Abstract:Humans develop an understanding of intuitive physics through active interaction with the world. This approach is in stark contrast to current video models, such as Sora, which rely on passive observation and therefore struggle with grasping physical causality. This observation leads to our central hypothesis: authentic physical intuition of the world model must be grounded in extensive, causally rich interactions with the real world.
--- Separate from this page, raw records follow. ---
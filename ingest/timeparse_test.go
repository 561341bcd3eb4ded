package ingest_test

import (
	"errors"
	"fmt"
	"math"
	"math/big"
	"math/rand/v2"
	"regexp"
	"strings"
	"testing"
	"time"

	"driftfit/ingest"
)

// refRFC3339 parses s with the Go standard library, the independent
// reference. time.Parse wants upper-case 'T' and 'Z'; RFC 3339 section 5.6
// allows lower case, so the reference sees the upper-case spelling.
func refRFC3339(s string) (int64, bool) {
	b := []byte(s)
	if len(b) > 10 && b[10] == 't' {
		b[10] = 'T'
	}
	if n := len(b); n > 0 && b[n-1] == 'z' {
		b[n-1] = 'Z'
	}
	t, err := time.Parse(time.RFC3339Nano, string(b))
	if err != nil {
		return 0, false
	}
	// UnixNano is undefined outside the int64 range: check it in big
	// arithmetic first.
	ns := new(big.Int).Mul(big.NewInt(t.Unix()), big.NewInt(1e9))
	ns.Add(ns, big.NewInt(int64(t.Nanosecond())))
	if !ns.IsInt64() {
		return 0, false
	}
	return t.UnixNano(), true
}

// unixNumber is the grammar ParseTime documents for numeric times.
var unixNumber = regexp.MustCompile(`^[+-]?[0-9]+(\.[0-9]+)?([eE][+-]?[0-9]+)?$`)

// refUnixSeconds converts decimal seconds to nanoseconds with exact
// rational arithmetic from math/big, independent of the parser under test.
// ok is false when the value is not a whole number of nanoseconds (exact
// false) or does not fit in int64.
func refUnixSeconds(s string) (ns int64, exact, fits bool) {
	// big.Rat would materialise 10^exp; decide huge exponents by hand.
	if m := unixNumber.FindStringSubmatch(s); len(strings.TrimLeft(m[2], "eE+-0")) > 4 {
		mantissa, _, _ := strings.Cut(s, m[2])
		if strings.Trim(mantissa, "+-0.") == "" {
			return 0, true, true
		}
		return 0, m[2][1] != '-', false
	}
	r, ok := new(big.Rat).SetString(strings.TrimPrefix(s, "+"))
	if !ok {
		panic("big.Rat rejected " + s)
	}
	r.Mul(r, big.NewRat(1e9, 1))
	if !r.IsInt() {
		return 0, false, false
	}
	if !r.Num().IsInt64() {
		return 0, true, false
	}
	return r.Num().Int64(), true, true
}

func TestParseTime(t *testing.T) {
	// Expected values come from time.Date in the standard library, an
	// implementation independent of ParseTime.
	date := func(y int, mo time.Month, d, h, mi, s, ns int, off int) int64 {
		return time.Date(y, mo, d, h, mi, s, ns, time.FixedZone("", off)).UnixNano()
	}
	tests := []struct {
		name string
		in   string
		want int64
		err  error
	}{
		{"rfc3339 utc", "2026-03-01T12:00:00Z", date(2026, 3, 1, 12, 0, 0, 0, 0), nil},
		{"rfc3339 lower case", "2026-03-01t12:00:00z", date(2026, 3, 1, 12, 0, 0, 0, 0), nil},
		{"rfc3339 one fraction digit", "2026-03-01T12:00:00.5Z", date(2026, 3, 1, 12, 0, 0, 5e8, 0), nil},
		{"rfc3339 nine fraction digits", "2026-03-01T12:00:00.123456789Z", date(2026, 3, 1, 12, 0, 0, 123456789, 0), nil},
		{"rfc3339 positive offset", "2026-03-01T12:00:00+01:00", date(2026, 3, 1, 12, 0, 0, 0, 3600), nil},
		{"rfc3339 negative offset", "2026-03-01T12:00:00.25-05:30", date(2026, 3, 1, 12, 0, 0, 25e7, -(5*3600 + 30*60)), nil},
		{"rfc3339 unknown local offset", "2026-03-01T12:00:00-00:00", date(2026, 3, 1, 12, 0, 0, 0, 0), nil},
		{"rfc3339 leap day", "2024-02-29T23:59:59.999999999Z", date(2024, 2, 29, 23, 59, 59, 999999999, 0), nil},
		{"rfc3339 epoch", "1970-01-01T00:00:00Z", 0, nil},
		{"rfc3339 before epoch", "1969-12-31T23:59:59.9Z", -1e8, nil},
		{"rfc3339 newest representable", "2262-04-11T23:47:16.854775807Z", math.MaxInt64, nil},
		{"rfc3339 oldest representable", "1677-09-21T00:12:43.145224192Z", math.MinInt64, nil},
		{"rfc3339 one ns too late", "2262-04-11T23:47:16.854775808Z", 0, ingest.ErrTimeRange},
		{"rfc3339 one ns too early", "1677-09-21T00:12:43.145224191Z", 0, ingest.ErrTimeRange},
		{"rfc3339 year 9999", "9999-12-31T23:59:59Z", 0, ingest.ErrTimeRange},
		{"rfc3339 year 0000", "0000-01-01T00:00:00Z", 0, ingest.ErrTimeRange},
		{"rfc3339 ten fraction digits", "2026-03-01T12:00:00.1234567891Z", 0, ingest.ErrTimeSyntax},
		{"rfc3339 empty fraction", "2026-03-01T12:00:00.Z", 0, ingest.ErrTimeSyntax},
		{"rfc3339 comma fraction", "2026-03-01T12:00:00,5Z", 0, ingest.ErrTimeSyntax},
		{"rfc3339 no zone", "2026-03-01T12:00:00", 0, ingest.ErrTimeSyntax},
		{"rfc3339 space separator", "2026-03-01 12:00:00Z", 0, ingest.ErrTimeSyntax},
		{"rfc3339 feb 29 non-leap", "2026-02-29T12:00:00Z", 0, ingest.ErrTimeSyntax},
		{"rfc3339 feb 29 century", "1900-02-29T12:00:00Z", 0, ingest.ErrTimeSyntax},
		{"rfc3339 month 13", "2026-13-01T12:00:00Z", 0, ingest.ErrTimeSyntax},
		{"rfc3339 hour 24", "2026-03-01T24:00:00Z", 0, ingest.ErrTimeSyntax},
		{"rfc3339 leap second", "2016-12-31T23:59:60Z", 0, ingest.ErrTimeSyntax},
		{"rfc3339 offset hour 24", "2026-03-01T12:00:00+24:00", 0, ingest.ErrTimeSyntax},
		{"rfc3339 short offset", "2026-03-01T12:00:00+0100", 0, ingest.ErrTimeSyntax},
		{"rfc3339 trailing byte", "2026-03-01T12:00:00Zx", 0, ingest.ErrTimeSyntax},
		{"rfc3339 one-digit hour", "2026-03-01T1:00:00Z", 0, ingest.ErrTimeSyntax},
		// 1767225600 s is 2026-01-01T00:00:00Z (checked by time.Date).
		{"unix integer", "1767225600", date(2026, 1, 1, 0, 0, 0, 0, 0), nil},
		{"unix plus sign", "+1767225600", date(2026, 1, 1, 0, 0, 0, 0, 0), nil},
		{"unix fraction", "1767225600.123456789", date(2026, 1, 1, 0, 0, 0, 123456789, 0), nil},
		{"unix fraction trailing zeros", "1767225600.500000000000", date(2026, 1, 1, 0, 0, 0, 5e8, 0), nil},
		{"unix exponent", "1.7672256e9", date(2026, 1, 1, 0, 0, 0, 0, 0), nil},
		{"unix exponent upper case", "17672256E+2", date(2026, 1, 1, 0, 0, 0, 0, 0), nil},
		{"unix short exponent negative", "123e-1", 123e8, nil},
		{"unix zeros exponent", "000E-0", 0, nil},
		{"unix exponent negative", "1767225600500e-3", date(2026, 1, 1, 0, 0, 0, 5e8, 0), nil},
		{"unix nanosecond by exponent", "1e-9", 1, nil},
		{"unix negative", "-1.5", -15e8, nil},
		{"unix zero", "0", 0, nil},
		{"unix negative zero", "-0.0", 0, nil},
		{"unix zero huge exponent", "0e999999999999", 0, nil},
		{"unix max", "9223372036.854775807", math.MaxInt64, nil},
		{"unix min", "-9223372036.854775808", math.MinInt64, nil},
		{"unix max plus one ns", "9223372036.854775808", 0, ingest.ErrTimeRange},
		{"unix min minus one ns", "-9223372036.854775809", 0, ingest.ErrTimeRange},
		{"unix huge", "1e300", 0, ingest.ErrTimeRange},
		{"unix many digits", "123456789012345678901234567890", 0, ingest.ErrTimeRange},
		{"unix ten fraction digits", "1767225600.1234567891", 0, ingest.ErrTimePrecision},
		{"unix exponent below ns", "1.7672256001e-1", 0, ingest.ErrTimePrecision},
		{"unix tiny", "1e-300", 0, ingest.ErrTimePrecision},
		{"unix long fraction", "0.0000000000000000000000001", 0, ingest.ErrTimePrecision},
		{"empty", "", 0, ingest.ErrTimeSyntax},
		{"sign only", "-", 0, ingest.ErrTimeSyntax},
		{"leading dot", ".5", 0, ingest.ErrTimeSyntax},
		{"trailing dot", "5.", 0, ingest.ErrTimeSyntax},
		{"empty exponent", "5e", 0, ingest.ErrTimeSyntax},
		{"hex", "0x10", 0, ingest.ErrTimeSyntax},
		{"inf", "inf", 0, ingest.ErrTimeSyntax},
		{"inner space", "17672 25600", 0, ingest.ErrTimeSyntax},
		{"duration", "10s", 0, ingest.ErrTimeSyntax},
	}
	for _, tt := range tests {
		t.Run(tt.name, func(t *testing.T) {
			got, err := ingest.ParseTime([]byte(tt.in))
			if tt.err != nil {
				var te *ingest.TimeError
				if !errors.Is(err, tt.err) || !errors.As(err, &te) || te.Value != tt.in {
					t.Fatalf("ParseTime(%q) = %d, %v; want *TimeError wrapping %v", tt.in, got, err, tt.err)
				}
				return
			}
			if err != nil || got != tt.want {
				t.Fatalf("ParseTime(%q) = %d, %v; want %d", tt.in, got, err, tt.want)
			}
			// Second, independent reference for each form.
			if unixNumber.MatchString(tt.in) {
				if ref, exact, fits := refUnixSeconds(tt.in); !exact || !fits || ref != got {
					t.Errorf("big.Rat reference for %q = %d (exact %v fits %v), ParseTime = %d", tt.in, ref, exact, fits, got)
				}
			} else if ref, ok := refRFC3339(tt.in); !ok || ref != got {
				t.Errorf("time.Parse reference for %q = %d (ok %v), ParseTime = %d", tt.in, ref, ok, got)
			}
		})
	}
}

func TestParseTime_ErrorValueBounded(t *testing.T) {
	in := strings.Repeat("9", 1000) + "x"
	_, err := ingest.ParseTime([]byte(in))
	var te *ingest.TimeError
	if !errors.As(err, &te) || len(te.Value) > 70 || !strings.HasPrefix(in, strings.TrimSuffix(te.Value, "...")) {
		t.Fatalf("ParseTime(1001 bytes) error = %v; want a *TimeError with a value cut to about 64 bytes", err)
	}
}

func TestParseTime_Random(t *testing.T) {
	rng := newRand(t)
	for i := range 200000 {
		ns := int64(rng.Uint64())
		if i%2 == 0 { // concentrate half of the cases on this century
			ns = int64(rng.Uint64N(uint64(150*365*86400e9))) - 50*365*86400e9
		}
		tm := time.Unix(0, ns)
		// RFC 3339 with a random whole-minute offset and random case.
		off := (rng.IntN(24*60*2-1) - (24*60 - 1)) * 60
		s := tm.In(time.FixedZone("", off)).Format(time.RFC3339Nano)
		if rng.IntN(2) == 0 {
			s = strings.Replace(s, "T", "t", 1)
			s = strings.Replace(s, "Z", "z", 1)
		}
		got, err := ingest.ParseTime([]byte(s))
		if err != nil || got != ns {
			ref, ok := refRFC3339(s)
			t.Fatalf("ParseTime(%q) = %d, %v; want %d (time.Parse: %d %v)", s, got, err, ns, ref, ok)
		}
		// Unix seconds, written through big.Rat in a random notation.
		num := formatSeconds(rng, ns)
		got, err = ingest.ParseTime([]byte(num))
		if err != nil || got != ns {
			t.Fatalf("ParseTime(%q) = %d, %v; want %d", num, got, err, ns)
		}
	}
}

// formatSeconds writes ns as decimal seconds: fixed with 9 decimals, with
// trailing zeros trimmed, or in exponent form with a random exponent.
func formatSeconds(rng *rand.Rand, ns int64) string {
	r := new(big.Rat).SetFrac(big.NewInt(ns), big.NewInt(1e9))
	s := r.FloatString(9)
	switch rng.IntN(3) {
	case 0:
		return s
	case 1:
		if strings.Contains(s, ".") {
			s = strings.TrimRight(strings.TrimRight(s, "0"), ".")
		}
		return s
	}
	// d.ddd...e±x form: move the point by a random amount, keeping all
	// digits so the value stays exact.
	neg := strings.HasPrefix(s, "-")
	s = strings.TrimPrefix(s, "-")
	intPart, frac, _ := strings.Cut(s, ".")
	digits := intPart + frac
	shift := rng.IntN(len(digits)) // point after `shift` digits (0 = before first)
	exp := len(intPart) - shift
	m := digits[:shift]
	if m == "" {
		m = "0"
	}
	if rest := digits[shift:]; rest != "" {
		m += "." + rest
	}
	out := fmt.Sprintf("%se%d", m, exp)
	if neg {
		out = "-" + out
	}
	return out
}

func TestParseTime_NoAllocs(t *testing.T) {
	for _, in := range []string{"2026-03-01T12:00:00.123456789+01:00", "1767225600.5", "1.7672256e9"} {
		b := []byte(in)
		allocs := testing.AllocsPerRun(100, func() {
			if _, err := ingest.ParseTime(b); err != nil {
				t.Fatal(err)
			}
		})
		if allocs != 0 {
			t.Errorf("ParseTime(%q) allocates %v times per call, want 0", in, allocs)
		}
	}
}

func FuzzParseTime(f *testing.F) {
	for _, s := range []string{
		"2026-03-01T12:00:00Z", "2026-03-01t12:00:00.123456789z", "2026-03-01T12:00:00+01:00",
		"1969-12-31T23:59:59.999999999-23:59", "2262-04-11T23:47:16.854775807Z",
		"1767225600", "1767225600.123456789", "1.7672256e9", "-9223372036.854775808", "0e5", "+1E-9",
	} {
		f.Add(s)
	}
	f.Fuzz(func(t *testing.T, s string) {
		got, err := ingest.ParseTime([]byte(s))
		if err != nil {
			var te *ingest.TimeError
			if !errors.As(err, &te) {
				t.Fatalf("ParseTime(%q) error %v is not a *TimeError", s, err)
			}
		}
		if unixNumber.MatchString(s) {
			ref, exact, fits := refUnixSeconds(s)
			switch {
			case !exact:
				if !errors.Is(err, ingest.ErrTimePrecision) {
					t.Fatalf("ParseTime(%q) = %d, %v; want ErrTimePrecision", s, got, err)
				}
			case !fits:
				if !errors.Is(err, ingest.ErrTimeRange) {
					t.Fatalf("ParseTime(%q) = %d, %v; want ErrTimeRange", s, got, err)
				}
			case err != nil || got != ref:
				t.Fatalf("ParseTime(%q) = %d, %v; big.Rat says %d", s, got, err, ref)
			}
			return
		}
		ref, ok := refRFC3339(s)
		if err == nil && (!ok || got != ref) {
			t.Fatalf("ParseTime(%q) = %d; time.Parse gives %d (ok %v)", s, got, ref, ok)
		}
	})
}

func BenchmarkParseTime(b *testing.B) {
	for _, in := range []string{"2026-03-01T12:00:00.123456789Z", "1767225600.5", "1.7672256e9"} {
		buf := []byte(in)
		b.Run(in, func(b *testing.B) {
			b.ReportAllocs()
			for b.Loop() {
				if _, err := ingest.ParseTime(buf); err != nil {
					b.Fatal(err)
				}
			}
		})
	}
}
To test this hypothesis, we present WoW, a 14-billion-parameter generative world model trained on 2 million robot interaction trajectories. Our findings reveal that the model's understanding of physics is a probabilistic distribution of plausible outcomes, leading to stochastic instabilities and physical hallucinations. Furthermore, we demonstrate that this emergent capability can be actively constrained toward physical realism by SOPHIA, where vision-language model agents evaluate the DiT-generated output and guide its refinement by iteratively evolving the language instructions. In addition, a co-trained Inverse Dynamics Model translates these refined plans into executable robotic actions, thus closing the imagination-to-action loop. We establish WoWBench, a new benchmark focused on physical consistency and causal reasoning in video, where WoW achieves state-of-the-art performance in both human and autonomous evaluation, demonstrating strong ability in physical causality, collision dynamics, and object permanence. Our work provides systematic evidence that large-scale, real-world interaction is a cornerstone for developing physical intuition in AI. Models, data, and benchmarks will be open-sourced.